The lines below, all of them, should be returned exactly as they appear.

**RECORDED INFORMATION:**
..............................

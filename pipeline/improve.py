"""Learned setpoint policies and the safety test that decides whether one is proposed (the improve stage).

Per mode, the used episodes are split by time: those starting before the cut (the
earliest ``1 - improve_holdout_share`` of them) are the learning part, the later ones
the held-out part, which no choice below looks at except the safety test itself.

For each scope with enough evidence (the portfolio, each habit type, cohort and
premise; ``improve_scopes``, ``improve_min_episodes``):

1. **Learn** Q on the scope's learning episodes, by off-policy Monte Carlo control
   with weighted importance sampling (``control.mc_control``, Sutton and Barto 2018,
   5.7) or fitted Q iteration (``control.fitted_q_iteration``, Ernst, Geurts and
   Wehenkel 2005). ``improve_learner = 'auto'`` picks by held-out evidence *within
   the learning part*: both learn on its earliest two thirds and the one whose safety
   bound (the test below) is higher on its last third wins, ties to MC control.
2. **Stay where the data can speak** (Pi_b-SPIBB, Laroche, Trichelair and Tachet des
   Combes 2019, ``control.baseline_bootstrapped``): at each premise, pairs the scope
   logged fewer than ``improve_min_count`` times keep *that home's own* behaviour
   probability; the rest of the state's mass goes to the best allowed well-sampled
   action. Allowed means inside the safety band and, at the last decision (in force
   when the residents return), within the premise's comfort limits
   (``control.allowed_mask``). Keeping each home's own probabilities makes the
   importance ratio exactly one wherever nothing moved, so the test's weights vary
   only where the policy does. ``improve_epsilon`` softens the moving mass; 0 is
   enough for support here, since the behaviour model gives every action a
   probability of at least ``behavior_floor``.
3. **Safety test** on the scope's held-out episodes (Thomas, Theocharous and
   Ghavamzadeh 2015), see ``improvement_bound``: the policy is ``proposed`` when the
   one-sided lower bound at ``confidence`` on its improvement over the residents'
   behaviour, USD per episode, is above zero and its comfort penalty is not
   estimated worse; else "no safe improvement found" with the reason.
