def print_ingest(summary: stages.IngestSummary, console: Console | None = None) -> None:
    """The per-file table of counts, then a line for every refused or missing file."""
    console = console or _console()
    files = summary.files
    rows = files.select(
        "source_file",
        "folder",
        "status",
        "rows_read",
        "rows_loaded",
        "rows_quarantined",
        "rows_duplicate",
        pl.col("seconds").round(2),
    ).rows()
    labels = ("file", "folder", "status", "rows read", "loaded", "quarantined", "duplicate", "seconds")
    console.print(_table("landing files", labels, rows))
    totals = files.select(pl.sum("rows_read", "rows_loaded", "rows_quarantined", "rows_duplicate")).row(0)
    console.print("total rows read {:,}, loaded {:,}, quarantined {:,}, duplicate {:,}".format(*totals))
    unchanged = files.filter(pl.col("status") == "unchanged").height
    if unchanged:
        console.print(
            f"{unchanged} of {files.height} landing files already loaded and unchanged: not read again"
        )
    for row in files.filter(pl.col("status").is_in(["refused", "missing"])).iter_rows(named=True):
        console.print(f"{row['status']}: {row['message']}", markup=False)


def print_episodes(counts: stages.EpisodeCounts, console: Console | None = None) -> None:
    """What the episode build made, and why episodes were left out."""
    console = console or _console()
    rows = [
        ("premise-hours on the grid", counts.hours),
        ("away episodes found", counts.episodes),
        ("away episodes used", counts.episodes_used),
        ("decision steps", counts.steps),
        ("decisions per used episode", round(counts.mean_decisions, 2)),
        ("weekday away episodes per premise and weekday", round(counts.weekday_episodes_per_weekday, 2)),
        ("logged actions clipped to the action set", counts.clipped_actions),
    ]
    console.print(_table("episodes", ("", "count"), rows))
    if counts.excluded:
        excluded = sorted(counts.excluded.items())
        console.print(_table("episodes excluded, by reason", ("reason", "episodes"), excluded))


def _savings_rows(savings: pl.DataFrame, scopes: tuple[str, ...]) -> list[tuple]:
    return (
        savings.filter(pl.col("scope").is_in(scopes))
        .sort(
            "scope", "key", "policy_name", "mode", "estimator", descending=[True, False, False, False, False]
        )
        .select(
            "scope",
            "key",
            "policy_name",
            "mode",
            pl.when(pl.col("recommended"))
            .then(pl.col("estimator") + " *")
            .otherwise("estimator")
            .alias("estimator"),
            "status",
            "n_episodes",
            pl.col("savings_usd_per_episode", "ci_low", "ci_high", "lower_bound_usd").round(3),
            pl.col("ess").round(1),
            pl.col("savings_usd_annual").round(2),
        )
        .rows()
    )


_SAVINGS_LABELS = (
    "scope",
    "key",
    "policy",
    "mode",
    "estimator",
    "status",
    "episodes",
    "savings USD/episode",
    "interval low USD",
    "interval high USD",
    "lower bound USD",
    "ESS",
    "USD/premise/year",
)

..............................

**EXERCISE OUTPUT:**
filename pipeline/improve.py
"""Learned setpoint policies and the safety test that decides whether one is proposed (the improve stage).

Per mode, the used episodes are split by time: those starting before the cut (the
earliest ``1 - improve_holdout_share`` of them) are the learning part, the later ones
the held-out part, which no choice below looks at except the safety test itself.

For each scope with enough evidence (the portfolio, each habit type, cohort and
premise; ``improve_scopes``, ``improve_min_episodes``):

1. **Learn** Q on the scope's learning episodes, by off-policy Monte Carlo control
   with weighted importance sampling (``control.mc_control``, Sutton and Barto 2018,
   5.7) or fitted Q iteration (``control.fitted_q_iteration``, Ernst, Geurts and
   Wehenkel 2005). ``improve_learner = 'auto'`` picks by held-out evidence *within
   the learning part*: both learn on its earliest two thirds and the one whose safety
   bound (the test below) is higher on its last third wins, ties to MC control.
2. **Stay where the data can speak** (Pi_b-SPIBB, Laroche, Trichelair and Tachet des
   Combes 2019, ``control.baseline_bootstrapped``): at each premise, pairs the scope
   logged fewer than ``improve_min_count`` times keep *that home's own* behaviour
   probability; the rest of the state's mass goes to the best allowed well-sampled
   action. Allowed means inside the safety band and, at the last decision (in force
   when the residents return), within the premise's comfort limits
   (``control.allowed_mask``). Keeping each home's own probabilities makes the
   importance ratio exactly one wherever nothing moved, so the test's weights vary
   only where the policy does. ``improve_epsilon`` softens the moving mass; 0 is
   enough for support here, since the behaviour model gives every action a
   probability of at least ``behavior_floor``.
3. **Safety test** on the scope's held-out episodes (Thomas, Theocharous and
   Ghavamzadeh 2015), see ``improvement_bound``: the policy is ``proposed`` when the
   one-sided lower bound at ``confidence`` on its improvement over the residents'
   behaviour, USD per episode, is above zero and its comfort penalty is not
   estimated worse; else "no safe improvement found" with the reason.
def print_ingest(summary: stages.IngestSummary, console: Console | None = None) -> None:
    """The per-file table of counts, then a line for every refused or missing file."""
    console = console or _console()
    files = summary.files
    rows = files.select(
        "source_file",
        "folder",
        "status",
        "rows_read",
        "rows_loaded",
        "rows_quarantined",
        "rows_duplicate",
        pl.col("seconds").round(2),
    ).rows()
    labels = ("file", "folder", "status", "rows read", "loaded", "quarantined", "duplicate", "seconds")
    console.print(_table("landing files", labels, rows))
    totals = files.select(pl.sum("rows_read", "rows_loaded", "rows_quarantined", "rows_duplicate")).row(0)
    console.print("total rows read {:,}, loaded {:,}, quarantined {:,}, duplicate {:,}".format(*totals))
    unchanged = files.filter(pl.col("status") == "unchanged").height
    if unchanged:
        console.print(
            f"{unchanged} of {files.height} landing files already loaded and unchanged: not read again"
        )
    for row in files.filter(pl.col("status").is_in(["refused", "missing"])).iter_rows(named=True):
        console.print(f"{row['status']}: {row['message']}", markup=False)


def print_episodes(counts: stages.EpisodeCounts, console: Console | None = None) -> None:
    """What the episode build made, and why episodes were left out."""
    console = console or _console()
    rows = [
        ("premise-hours on the grid", counts.hours),
        ("away episodes found", counts.episodes),
        ("away episodes used", counts.episodes_used),
        ("decision steps", counts.steps),
        ("decisions per used episode", round(counts.mean_decisions, 2)),
        ("weekday away episodes per premise and weekday", round(counts.weekday_episodes_per_weekday, 2)),
        ("logged actions clipped to the action set", counts.clipped_actions),
    ]
    console.print(_table("episodes", ("", "count"), rows))
    if counts.excluded:
        excluded = sorted(counts.excluded.items())
        console.print(_table("episodes excluded, by reason", ("reason", "episodes"), excluded))


def _savings_rows(savings: pl.DataFrame, scopes: tuple[str, ...]) -> list[tuple]:
    return (
        savings.filter(pl.col("scope").is_in(scopes))
        .sort(
            "scope", "key", "policy_name", "mode", "estimator", descending=[True, False, False, False, False]
        )
        .select(
            "scope",
            "key",
            "policy_name",
            "mode",
            pl.when(pl.col("recommended"))
            .then(pl.col("estimator") + " *")
            .otherwise("estimator")
            .alias("estimator"),
            "status",
            "n_episodes",
            pl.col("savings_usd_per_episode", "ci_low", "ci_high", "lower_bound_usd").round(3),
            pl.col("ess").round(1),
            pl.col("savings_usd_annual").round(2),
        )
        .rows()
    )


_SAVINGS_LABELS = (
    "scope",
    "key",
    "policy",
    "mode",
    "estimator",
    "status",
    "episodes",
    "savings USD/episode",
    "interval low USD",
    "interval high USD",
    "lower bound USD",
    "ESS",
    "USD/premise/year",
)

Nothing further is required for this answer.